**RECORD SET**
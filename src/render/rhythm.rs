//! Rhythms of a table of samples: text, JSON and CSV.

mod csv;
mod json;
mod text;

pub use csv::csv;
pub use json::json;
pub use text::text;

use crate::rhythm::subjects::RhythmTable;

/// What every rendering says.
pub const CAUTION: &str = "A fitted curve describes the samples; it is no diagnosis. The laboratory's own interval and the treating doctor decide. Not a medical device; not validated for clinical decisions.";

fn hours(hours: f64) -> String {
    let minutes = (hours * 60.0).round();
    let of_day = crate::numeric::circular::wrap(minutes, 1440.0);
    format!("{:02.0}:{:02.0}", (of_day / 60.0).floor(), of_day % 60.0)
}

/// A time after the reference: a clock time within a day, hours where the period is longer.
fn when(after_h: f64, table: &RhythmTable, period_h: f64) -> String {
    if period_h > 24.0 + 1e-9 {
        format!("{:.1} h", crate::numeric::circular::wrap(after_h, period_h))
    } else {
        hours(after_h + table.plan.reference_h)
    }
}

fn longest(table: &RhythmTable) -> f64 {
    table
        .plan
        .design
        .periods_h
        .iter()
        .copied()
        .fold(0.0, f64::max)
}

**PROBLEM DESCRIPTION**
Once you find the line containing "pub use json::json;", copy it and every line after it through the end of the records, exactly and nothing else.

**SOLUTION TO THIS EXERCISE**
pub use json::json;
pub use text::text;

use crate::rhythm::subjects::RhythmTable;

/// What every rendering says.
pub const CAUTION: &str = "A fitted curve describes the samples; it is no diagnosis. The laboratory's own interval and the treating doctor decide. Not a medical device; not validated for clinical decisions.";

fn hours(hours: f64) -> String {
    let minutes = (hours * 60.0).round();
    let of_day = crate::numeric::circular::wrap(minutes, 1440.0);
    format!("{:02.0}:{:02.0}", (of_day / 60.0).floor(), of_day % 60.0)
}

/// A time after the reference: a clock time within a day, hours where the period is longer.
fn when(after_h: f64, table: &RhythmTable, period_h: f64) -> String {
    if period_h > 24.0 + 1e-9 {
        format!("{:.1} h", crate::numeric::circular::wrap(after_h, period_h))
    } else {
        hours(after_h + table.plan.reference_h)
    }
}

fn longest(table: &RhythmTable) -> f64 {
    table
        .plan
        .design
        .periods_h
        .iter()
        .copied()
        .fold(0.0, f64::max)
}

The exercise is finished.